[SlugLUG] Debian As A Server
Erich Blume
eblume at ucsc.edu
Mon Jun 12 15:08:16 PDT 2006
It's terribly bad form to leave out -av on ANY emerge.
So make that "emerge -uDav world". This will spit out a verbose and (if
you're in an ANSI-color terminal) color-coded list of every package that is
going to get emerged. That's -v, of course, and then -a prompts you if you'd
like to begin the emerge.
So, before hitting the sack, use "emerge -uDav world", check what's being
brought in, start it up, and let it run.
Also, after doing a -uD world, it's a good idea to run revdep-rebuild to
make sure the Deep dependency search didn't leave any packages stranded.
Updating GCC in particular tends to break things.
Failing that, though (like if your update is scripted), a log is kept in
"/var/log/emerge.log". It'll take some parsing, but it does keep track of
everything, even if you run multiple concurrent emerges (which makes parsing
the file really, really annoying - trust me, I've tried.)
Hope that helps.
On a side note: I've had Gentoo "break" on me twice now. That's when the
dependency tree just get so borked and binaries are breaking everywhere that
I just scrap the whole thing, back up my data, and re-install from scratch.

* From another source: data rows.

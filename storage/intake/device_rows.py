"""The quick way through plain device rows: a block of lines at once, on arrays.

It takes only rows it is sure of; every other row is handed back to be read one by one, so that errors are
found and worded in one place. A test holds both ways equal.
"""

from __future__ import annotations

from collections.abc import Iterable
from dataclasses import dataclass
from math import nan

import numpy as np
from numpy.typing import NDArray

from core.record.channels import CHANNELS, LEAK_DEFINITIONS, Channel
from core.record.instant import Instant, parse
from core.record.message import RecordError
from core.record.reading import read_value
from core.record.samples import Times
from storage.intake.columns import OPTIONAL, Columns
from storage.intake.iso_columns import Bytes, Offsets, read_instants
from storage.intake.sample_spool import SampleSpool
from storage.intake.text_blocks import TextBlock
from storage.rules import is_device_channel

Words = NDArray[np.uint64]
_PAD = 64
_LONGEST = 40
_MANY = 64
_MASKS = np.array([0, *((1 << 8 * k) - 1 for k in range(1, 8)), 2**64 - 1], np.uint64)
_DEVICE = np.uint64(int.from_bytes(b"device", "little"))
_GROUPED = ("episode", "channel", "unit", "leak_definition")
_EMPTY = tuple(n for n in (*OPTIONAL, "note") if n != "leak_definition")
_MIX = np.uint64(0x9E3779B97F4A7C15)


@dataclass(frozen=True, slots=True)
class _Fields:
    """Where every field of a block lies: offsets and lengths of shape (rows, columns)."""

    data: Bytes
    words: Words
    start: Offsets
    length: Offsets

    def word(self, column: int, part: int, rows: Offsets) -> Words:
        """Eight bytes of a field of each row as one number, bytes beyond the field cleared."""
        length = np.clip(self.length[rows, column] - 8 * part, 0, 8)
        found: Words = self.words[self.start[rows, column] + 8 * part] & _MASKS[length]
        return found

    def text(self, row: int, column: int) -> str:
        """One field's text."""
        at = int(self.start[row, column])
        return self.data[at : at + int(self.length[row, column])].tobytes().decode()


def _fields(block: TextBlock, columns: int) -> _Fields | None:
    """Cut a block into fields; None where it is not one plain row per line."""
    data = block.data.replace(b"\r\n", b"\n") if b"\r" in block.data else block.data
    if b'"' in data or b"\r" in data or b"\n\n" in data:
        return None
    padded = data + bytes(_PAD)
    raw = np.frombuffer(padded, np.uint8)
    found = np.flatnonzero((raw == 44) | (raw == 10))
    if found.size != block.lines * columns:
        return None
    cuts: Offsets = found.astype(np.int64).reshape(-1, columns)
    if not (raw[cuts[:, -1]] == 10).all() or (raw[cuts[:, :-1]] == 10).any():
        return None
    start = np.empty_like(cuts)
    start.flat[0] = 0
    start.flat[1:] = cuts.flat[:-1] + 1
    words: Words = np.ndarray((len(padded) - 8,), "<u8", buffer=padded, strides=(1,))
    return _Fields(raw, words, start, cuts - start)


class DeviceRows:
    """Takes plain device rows of blocks into the spool and hands back the lines of all others."""

    def __init__(self, columns: Columns, spool: SampleSpool, latest: Instant) -> None:
        self._columns, self._spool, self._latest = columns, spool, latest
        self._values: dict[tuple[str, str], dict[int, tuple[float, int]]] = {}
        self._instants: dict[str, Instant] = {}

    def take(self, block: TextBlock) -> list[int] | None:
        """Take what is plain; the indices of the rows that are not, or None where the block is not plain."""
        fields = _fields(block, len(self._columns.names))
        if fields is None:
            return None
        rows = self._plain_rows(fields)
        left = np.ones(block.lines, np.bool_)
        if rows.size:
            t, good = self._times(fields, rows)
            for places in self._groups(fields, rows):
                of_group = places[good[places]]
                left[self._take_group(fields, rows[of_group], t[of_group], block.first_line)] = False
        return [int(i) for i in np.flatnonzero(left)]

    def _plain_rows(self, fields: _Fields) -> Offsets:
        index, length = self._columns.names.index, fields.length
        every = np.arange(length.shape[0])
        plain = (length[:, index("by")] == 6) & (fields.word(index("by"), 0, every) == _DEVICE)
        plain &= (length[:, index("value")] <= 8) & (length[:, index("at")] <= 32)
        for name in self._columns.names:
            if name in _EMPTY:
                plain &= length[:, index(name)] == 0
            elif name in _GROUPED:
                plain &= length[:, index(name)] <= _LONGEST
        return np.flatnonzero(plain)

    def _groups(self, fields: _Fields, rows: Offsets) -> Iterable[Offsets]:
        """Places in `rows` that share episode, channel, unit and definition of leak, group by group."""
        mixed = np.zeros(rows.size, np.uint64)
        parts: list[Words] = []
        for name in _GROUPED:
            column = self._columns.index(name)
            if column is None:
                continue
            for part in range((int(fields.length[rows, column].max()) + 7) // 8):
                word = fields.word(column, part, rows)
                parts.append(word)
                mixed = (mixed ^ word) * _MIX
                mixed ^= mixed >> np.uint64(29)
            mixed = (mixed ^ fields.length[rows, column].astype(np.uint64)) * _MIX
        _kinds, first, inverse, counts = np.unique(mixed, return_index=True, return_inverse=True, return_counts=True)
        if first.size > _MANY and first.size * 8 > rows.size:
            return  # nearly every row a group of its own: reading them one by one is quicker
        same = np.ones(rows.size, np.bool_)
        for word in parts:  # equal mixes are not yet equal fields
            same &= word == word[first][inverse]
        order = np.argsort(inverse, kind="stable")
        for places in np.split(order, np.cumsum(counts)[:-1]):
            yield places[same[places]]

    def _take_group(self, fields: _Fields, rows: Offsets, t: Times, first_line: int) -> Offsets:
        """Take the rows of one group that can be read; which ones they were."""
        none = rows[:0]
        if rows.size == 0:
            return none
        texts = {name: self._group_text(fields, int(rows[0]), name) for name in _GROUPED}
        channel = CHANNELS.get(texts["channel"])
        if channel is None or not is_device_channel(channel.key) or not _is_tidy(texts):
            return none
        v, decimals, read = self._read_values(fields, rows, channel, texts["unit"])
        rows, t, v = rows[read], t[read], v[read]
        if rows.size:
            lines = (first_line + rows).astype(np.int32)
            self._spool.add(texts["episode"], channel, texts["unit"], texts["leak_definition"], t, v, lines, decimals)
        return rows

    def _group_text(self, fields: _Fields, row: int, name: str) -> str:
        column = self._columns.index(name)
        return "" if column is None else fields.text(row, column)

    def _times(self, fields: _Fields, rows: Offsets) -> tuple[Times, NDArray[np.bool_]]:
        """The instants of rows and which could be read and may be: rows of one moment follow each other."""
        column = self._columns.names.index("at")
        new = np.ones(rows.size, np.bool_)
        new[1:] = fields.length[rows[1:], column] != fields.length[rows[:-1], column]
        for part in range(4):  # a field of 32 bytes, the longest that gets here
            word = fields.word(column, part, rows)
            new[1:] |= word[1:] != word[:-1]
        once = rows[new]
        t, good = read_instants(fields.data, fields.start[once, column], fields.length[once, column])
        for i in np.flatnonzero(~good):
            at = self._instant(fields.text(int(once[i]), column))
            if at is not None:
                t[i], good[i] = at, True
        good &= t <= self._latest
        which = np.cumsum(new) - 1
        return t[which], good[which]

    def _instant(self, text: str) -> Instant | None:
        """One instant in a less plain form; kept, since rows of one moment follow each other."""
        if text not in self._instants:
            if len(self._instants) > 100_000:
                self._instants.clear()
            try:
                self._instants[text] = parse(text)
            except RecordError:
                return None
        return self._instants[text]

    def _read_values(
        self, fields: _Fields, rows: Offsets, channel: Channel, unit: str
    ) -> tuple[NDArray[np.float64], int, NDArray[np.bool_]]:
        """Values in the canonical unit, decimals as written, and which could be read."""
        words = fields.word(self._columns.names.index("value"), 0, rows)
        kinds, inverse = np.unique(words, return_inverse=True)
        known = self._values.setdefault((channel.key, unit), {})
        read = [known[w] if w in known else _remember(known, w, channel, unit) for w in kinds.tolist()]
        numbers = np.array([n for n, _d in read])
        decimals = np.array([d for _n, d in read])
        return numbers[inverse], int(decimals.max(initial=0)), (decimals >= 0)[inverse]


def _is_tidy(texts: dict[str, str]) -> bool:
    """No space around a field, an episode, and a definition of leak that is known."""
    if not texts["episode"] or any(text != text.strip() for text in texts.values()):
        return False
    return not texts["leak_definition"] or texts["leak_definition"] in LEAK_DEFINITIONS


_UNREAD = (nan, -1)


def _remember(known: dict[int, tuple[float, int]], word: int, channel: Channel, unit: str) -> tuple[float, int]:
    """Read one distinct value as any other value is read; decimals of -1 where it cannot be."""
    text = word.to_bytes(8, "little").rstrip(b"\x00").decode("utf-8", "replace")
    if len(known) > 100_000:
        known.clear()
    known[word] = read_device_value(channel, text, unit) or _UNREAD
    return known[word]


def read_device_value(channel: Channel, text: str, unit: str) -> tuple[float, int] | None:
    """A device's value and its decimals; NaN where it wrote nothing; None where it cannot be read."""
    if not text.strip():
        return (nan, 0)
    try:
        reading = read_value(channel, text, unit)
    except RecordError:
        return None
    if reading.number is None:
        return None
    written = reading.decimals or 0
    return reading.number, written if reading.raw_unit == channel.unit else channel.decimals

Both of those two times were direct results of an "emerge -uDav world". I
generally "emerge -uav world" every night following my nightly "emerge
--sync", and do a "emerge -uDav world" only when the mood fits me, usually
once a month at most. I figure that -D won't catch anything I can't catch
myself by having a program break down on me or have a package fail to
compile.
Erich
P.S.: Rohan, sorry, I replied to you accidentally.
On 6/12/06 2:23 PM, "Rohan Sheth" <rohan at rohan.ws> wrote:
> This here appear thing sounds interesting. I'll have to toy with it.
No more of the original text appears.